People walking and biking enjoy rare car-free streets during Atlanta Streets Alive. Photo by Joel Mann
When most people think about Atlanta, Georgia, they don’t usually think, “what a lovely place to go for a bike ride.” The southern capital has long been a bastion of American car culture, defined more by a tangled web of interconnecting urban freeways, gridlocked artery roads, and sprawling suburbs than by anything closely resembling bike- or pedestrian-friendliness. But in 2013, mayor Kasim Reed surprised everyone with the announcement that he planned for Atlanta to become a top 10 cycling city, within three years to boot.
While the plan might have appeared overly ambitious for a city which at the time probably had more miles of drive-thrus than bike lanes, Reed appears to be doing much more than just talking the talk. In October of last year, the city hired Becky Katz – an Atlanta Bicycle Coalition member and project manager for the city’s leading greenspace advocacy group – to be the city’s first Chief Bicycle Officer. Currently, they’re considering an optional sales tax that would leverage an additional $325 million towards transportation over 5 years, with a majority going to bike and ped projects.

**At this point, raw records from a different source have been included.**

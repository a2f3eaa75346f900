import { type CompressionCurve, type CurveState, loadingStates } from './compression-curve';
import { steepestWindow, virginStart } from './compression-index';
import { fitLine, intersectionX, type Line, lineAt, type Segment, type StressRange } from './geometry';
import { because, cannot, type Derived, determined, shown } from './outcome';
import { type SlopeFit, withinRange } from './slope-fit';

export interface StrainEnergyChoice {
  /** the first-loading points the pre-yield line is fitted to (a steward's choice) */
  preYieldRange?: StressRange;
  /** the first-loading points the post-yield line is fitted to */
  postYieldRange?: StressRange;
}

/** Cumulative work per unit volume against stress: kPa × strain = kJ/m³. */
export interface WorkPoint {
  stressKpa: number;
  workKjPerM3: number;
}

export interface WorkLine {
  points: WorkPoint[];
  range: StressRange;
  /** W = slope·σ′ + intercept (arithmetic axes) */
  line: Line;
  segment: Segment<WorkPoint>;
  chosenBy: 'auto' | 'person';
}

export interface StrainEnergyConstruction {
  sigmaPKpa: number;
  /** (0, 0) and every first-loading point */
  workCurve: WorkPoint[];
  preYield: WorkLine;
  postYield: WorkLine;
  intersection: WorkPoint;
}

/**
 * σ′p by the strain-energy (work) method of Becker, Crooks, Been & Jefferies (1987), "Work as a criterion
 * for determining in situ and yield stresses in clays", Can. Geotech. J. 24(4): 549–564: the work done on
 * the specimen per unit volume, W = Σ ½(σ′ᵢ₋₁ + σ′ᵢ)(εᵢ − εᵢ₋₁), is plotted against σ′ on arithmetic axes; straight lines through the pre-yield and the post-yield points meet at σ′p. Work is
 * summed along the first-loading points (an unload–reload loop on the way is stepped over).
 *
 * Lines chosen automatically: post-yield through the first three points on the virgin line (the line Cc
 * is read from, followed back while points stay on it; see `virginStart`); pre-yield through the
 * last three first-loading points before them that are not yet in the bend (see `trimBend`).
 */
export function strainEnergyPreconsolidation(
  curve: CompressionCurve,
  choice: StrainEnergyChoice = {},
): Derived<StrainEnergyConstruction> {
  const problem = curve.problems.find((p) => p.branch !== 'unloading');
  if (problem) return cannot('sigmaPStrainEnergy', 'goes-backwards', `${problem.message}.`);
  const loading = loadingStates(curve);
  const work = workCurve(loading);
  const window = steepestWindow(loading);
  if (!window.ok && !choice.postYieldRange) return because('sigmaPStrainEnergy', window);
  const firstVirgin = window.ok ? virginStart(loading, window.value) : 0;
  const post = choice.postYieldRange ? pick(loading, work, choice.postYieldRange) : work.slice(firstVirgin + 1, firstVirgin + 4);
  if (post.length < 2) return cannot('sigmaPStrainEnergy', 'too-few-points', 'the post-yield line needs at least 2 points.');
  const postLine = fitWork(post);
  const firstPost = post[0] as WorkPoint;
  const candidates = choice.preYieldRange
    ? pick(loading, work, choice.preYieldRange)
    : atStresses(
        work,
        trimBend(
          loading.filter((p) => p.stressKpa < firstPost.stressKpa),
          window.ok ? window.value.fit : null,
        ),
      );
  const pre = choice.preYieldRange ? candidates : candidates.slice(-PRE_YIELD_POINTS);
  const preLine = pre.length >= 2 ? fitWork(pre) : null;
  if (!preLine) {
    return cannot(
      'sigmaPStrainEnergy',
      'too-few-points',
      `the test has ${pre.length} first-loading point(s) before yield; the pre-yield line needs 2.`,
    );
  }
  const x = intersectionX(preLine, postLine);
  const lo = (pre[0] as WorkPoint).stressKpa;
  const hi = (post[post.length - 1] as WorkPoint).stressKpa;
  if (x === null || !(postLine.slope > preLine.slope) || x < lo || x > hi) {
    return cannot(
      'sigmaPStrainEnergy',
      'no-intersection',
      `the pre- and post-yield lines do not meet between ${shown(lo)} and ${shown(hi)} kPa.`,
    );
  }
  const line = (points: WorkPoint[], fit: Line, chosenBy: WorkLine['chosenBy'], from: number, to: number): WorkLine => ({
    points,
    range: { fromKpa: (points[0] as WorkPoint).stressKpa, toKpa: (points[points.length - 1] as WorkPoint).stressKpa },
    line: { slope: fit.slope, intercept: fit.intercept },
    segment: { from: { stressKpa: from, workKjPerM3: lineAt(fit, from) }, to: { stressKpa: to, workKjPerM3: lineAt(fit, to) } },
    chosenBy,
  });
  return determined({
    sigmaPKpa: x,
    workCurve: work,
    preYield: line(pre, preLine, choice.preYieldRange ? 'person' : 'auto', 0, Math.max(x, ...pre.map((p) => p.stressKpa))),
    postYield: line(post, postLine, choice.postYieldRange ? 'person' : 'auto', Math.min(x, (post[0] as WorkPoint).stressKpa), hi),
    intersection: { stressKpa: x, workKjPerM3: lineAt(postLine, x) },
  });
}

/** W at (0, 0) and at every first-loading point: W = Σ ½(σ′ᵢ₋₁ + σ′ᵢ)(εᵢ − εᵢ₋₁), Becker et al. (1987). */
export function workCurve(loading: readonly CurveState[]): WorkPoint[] {
  const out: WorkPoint[] = [{ stressKpa: 0, workKjPerM3: 0 }];
  let stress = 0;
  let strain = 0;
  let work = 0;
  for (const s of loading) {
    work += ((stress + s.stressKpa) / 2) * (s.strain - strain);
    stress = s.stressKpa;
    strain = s.strain;
    out.push({ stressKpa: stress, workKjPerM3: work });
  }
  return out;
}

function fitWork(points: readonly WorkPoint[]) {
  return fitLine(
    points.map((p) => p.stressKpa),
    points.map((p) => p.workKjPerM3),
  );
}

function pick(loading: readonly CurveState[], work: readonly WorkPoint[], range: StressRange): WorkPoint[] {
  return atStresses(work, withinRange(loading, range));
}

function atStresses(work: readonly WorkPoint[], states: readonly CurveState[]): WorkPoint[] {
  const stresses = new Set(states.map((s) => s.stressKpa));
  return work.filter((p) => p.stressKpa > 0 && stresses.has(p.stressKpa));
}

/** common practice (our own rule): the pre-yield line is drawn through the last three points before the bend */
const PRE_YIELD_POINTS = 3;
/** common practice (our own rule): a point has entered the bend when it falls below the line through the two points before it by a tenth of what the virgin slope would add */
const BEND_SHARE = 0.1;

/**
 * Drops trailing first-loading points that are already in the bend towards the virgin line, judged on the
 * e–log σ′ curve: a point is in the bend when its void ratio lies below the straight line through the two
 * points before it by more than BEND_SHARE of the extra fall the virgin slope (Cc) would give over that
 * step, and nearer the virgin line than that line (a steepening far from the virgin line, such as the
 * end of reloading at σ′v0, is not yield).
 */
function trimBend(states: readonly CurveState[], virgin: SlopeFit | null): CurveState[] {
  let end = states.length;
  while (virgin && end > 2) {
    const [a, b, c] = states.slice(end - 3, end) as [CurveState, CurveState, CurveState];
    const slope = (a.voidRatio - b.voidRatio) / Math.log10(b.stressKpa / a.stressKpa);
    const step = Math.log10(c.stressKpa / b.stressKpa);
    const drop = b.voidRatio - slope * step - c.voidRatio;
    const fromVirgin = Math.abs(c.voidRatio - lineAt(virgin.line, Math.log10(c.stressKpa)));
    if (drop > BEND_SHARE * Math.max(virgin.value - slope, 0) * step && fromVirgin < drop) end--;
    else break;
  }
  return states.slice(0, end);
}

The positivity appears to be spreading throughout the entire metro Atlanta Region. The Atlanta Regional Commission (ARC) recently approved a $1 billion plan to increase biking and walking in metro Atlanta. Under the optimistic title of “Walk, Bike, Thrive!“, the plan lays out an ambitious future for metro Atlanta which includes more bike lanes, sidewalks, active transportation-based neighborhoods, and multi-use trails. While it’s important to note that $1 billion is still a small percentage of Atlanta’s total $85 billion transportation plan for the next 25 years, it is a hugely significant improvement from the $5 million the city spent on bike and pedestrian projects in 2014.
The “Walk, Bike Thrive!” plan states as its goal for the Atlanta Region to be “one of the most connected and safest regions in the US for walking and bicycling,” and to “use active transportation to improve the mobility, safety, and economic competitiveness for residents and communities.”
The plan will build on the success of initiatives Atlanta has been host to in recent years – the Atlanta Streets Alive ciclovia, the Beltline multi-use trail, and a multitude of social rides and community bike events – and use them as a benchmark for how they can improve in other areas.
While it would be overly optimistic to assume to auto-centric region could change overnight, the adoption of “Walk, Bike, Thrive!” is a significant step forward for the southern capital. In parts of Atlanta, a lack of not only bike lanes, but sidewalks and crosswalks as well, means it’s nearly impossible for residents to safely travel outside of a car. The plan will make it easier to travel by non-car means all across the Atlanta region, as well as encourage the development of active transportation-based communities and emphasize the economic value of quality bike and ped infrastructure.
While we won’t hold our breath for Atlanta to knock Portland out of the top spot by this time next year, we’re excited to see if this car-capital can successfully turn around decades of auto-centric investment in order to reach their top 10 goal. Doing so would send a clear message to any North American city that it’s never too late to change up your transportation system. Wishing you all the best, Atlanta.
Editor’s note: An earlier version of this article conflated the City of Atlanta with the metro Atlanta region, and gave credit to the city for initiating the Walk, Bike Thrive! plan. It has since been corrected to separate the two, and to acknowledge that the Atlanta Regional Commission was responsible for the plan.